The BodyPose3DNet models described in this card are used for 3D human pose estimation network, which aims to predict the skeleton for every person in a given input image which consists of keypoints and the connections between them. 3D body pose Tracking has many practical applications such as action understanding, surveillance, human-robot interaction, motion capture and CGI, augmented and virtual reality, assisted living, advanced driver assistance systems (ADAS) and sport analysis, AI-powered sports coaches, Workplace activity monitoring, Crowd counting and tracking, allowing for character animation that doesn’t rely on markers or specialized suits.
Given an RGB image, we want to track the 2D and 3D poses of the body with 34 joints of the body: pelvis, left_hip, right_hip, torso, left_knee, right_knee, neck, left_ankle, right_ankle, left_big_toe, right_big_toe, left_small_toe, right_small_toe, left_heel, right_heel, nose, left_eye, right_eye, left_ear, right_ear, left_shoulder, right_shoulder, left_elbow, right_elbow, left_wrist, right_wrist, left_pinky_knuckle, right_pinky_knuckle, left_middle_tip, right_middle_tip, left_index_knuckle, right_index_knuckle, left_thumb_tip, right_thumb_tip. The picture demonstrates the predicted skeleton, constructed from the above 34 keypoints, overlaid on the original video frame.
Architecture Type: Deep Convolutional Neural Network.
Network Architecture: HRNet
The models in this page can only be used with Train Adapt Optimize (TAO) Toolkit. TAO provides a simple command line interface to train a deep learning model for 3D body pose estimation.
Primary use case for this model is to detect human poses in a given RGB image. BodyPose3DNet is commonly used for activity/gesture recognition, fall detection, posture analysis etc.

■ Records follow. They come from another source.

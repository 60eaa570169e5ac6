// Drivers whose years are drawn: what an expression over them is in the mean of all years that can come.
import type { Resampled } from './chance.ts';

export class ResampledYears {
  readonly #resampled: Resampled;
  /** The given year whose values are read. */
  #row = 0;

  constructor(resampled: Resampled | null) {
    this.#resampled = resampled ?? { names: [], years: [], values: new Float64Array(0) };
  }

  get names(): readonly string[] {
    return this.#resampled.names;
  }

  /** Of a driver in the year that is read; undefined where there is no such driver. */
  value(name: string): number | undefined {
    const { names, years, values } = this.#resampled;
    const driver = names.indexOf(name);
    return driver < 0 ? undefined : values[driver * years.length + this.#row];
  }

  /** Over all given years, each read in turn. */
  mean(valueInYear: () => number): number {
    const years = this.#resampled.years.length;
    let sum = 0;
    for (let row = 0; row < years; row++) {
      this.#row = row;
      sum += valueInYear();
    }
    this.#row = 0;
    return sum / years;
  }
}
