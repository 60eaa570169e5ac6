// The strength of crowding is solved once, from the base model, and held: a plan that raises survival raises the population.
import { expect, test } from 'vitest';
import { runYear, type Compiled } from '../../src/compile/year-map.ts';
import { compileText } from '../pipeline/compile-text.ts';
import { crowdingCount, isolatedText } from './isolated-patch.ts';

const text = isolatedText({
  year: ['count', 'breeding', 'survival', 'ageing'],
  form: 'beverton-holt',
  changes: '{ survival: [young] }',
  capacity: 200,
  alleeHalf: 0,
  young: 0.4,
  adult: 0.7,
  births: 1.6,
});
const base = compileText(text);
const raised = compileText(text, { set: [{ name: 'adult_survival', value: '0.8' }] });

function settled(compiled: Compiled): Float64Array {
  let animals: Float64Array = Float64Array.from(base.startAnimals);
  for (let t = 0; t < 3000; t++) animals = runYear(compiled, animals).after;
  return animals;
}

test('the base model settles where crowding counts its capacity', () => {
  expect(crowdingCount(base, settled(base))).toBeCloseTo(200, 8);
});

test('higher adult survival with the coefficients of the base settles higher', () => {
  const held: Compiled = { ...raised, coefficients: base.coefficients };
  const animals = settled(held);
  // 1 = s + m s₀ g with g = 1 / (1 + a (n + m n / 2)); the base has g = 0.3 / (0.7 · 1.6 · 0.4 / 0.7) at 200 (derived).
  const g = (adult: number): number => (1 - adult) / (0.4 * 1.6);
  const a = (1 / g(0.7) - 1) / 200;
  expect(base.coefficients[0]!.coefficient[0]).toBeCloseTo(a, 12);
  expect(crowdingCount(held, animals)).toBeCloseTo((1 / g(0.8) - 1) / a, 8);
  expect(crowdingCount(held, animals)).toBeGreaterThan(350);
});

test('solved anew, the raised model would be held at the old capacity', () => {
  expect(crowdingCount(raised, settled(raised))).toBeCloseTo(200, 8);
});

Install the NGC CLI from ngc.nvidia.com
Configure the NGC CLI using the following command
ngc config set
ngc registry model list nvidia/tao/bodypose3dnet:*
ngc registry model download-version nvidia/tao/bodypose3dnet:<template> --dest <path>
Input tensor 0: name: input0 elem_type: float32 shape: -1 x 3 x 256 x 192 Input tensor 1: name: k_inv elem_type: float32 shape: -1 x 3 x 3 Input tensor 2: name: t_form_inv elem_type: float32 shape: -1 x 3 x 3 Input tensor 3: name: scale_normalized_mean_limb_lengths elem_type: float32 shape: -1 x 36 Input tensor 4: name: mean_limb_lengths elem_type: float32 shape: -1 x 36
Network outputs four tensors:
Output tensor 0: name: pose2d elem_type: float32 shape: -1 x 34 x 3 [x, y, c] Output tensor 1: name: pose2d_org_img elem_type: float32 shape: -1 x 34 x 3 [x, y, c] Output tensor 2: name: pose25d elem_type: float32 shape: -1 x 34 x 4 [x, y, depth, c] Output tensor 3: name: pose3d elem_type: float32 shape: -1 x 34 x 3 [x, y, z]
Umar Iqbal, Pavlo Molchanov, Thomas Breuel, Juergen Gall, Jan Kautz (2018). Hand Pose Estimation via Latent 2.5D Heatmap Regression. In Proceedings of the IEEE Conference on European Conference on Computer Vision..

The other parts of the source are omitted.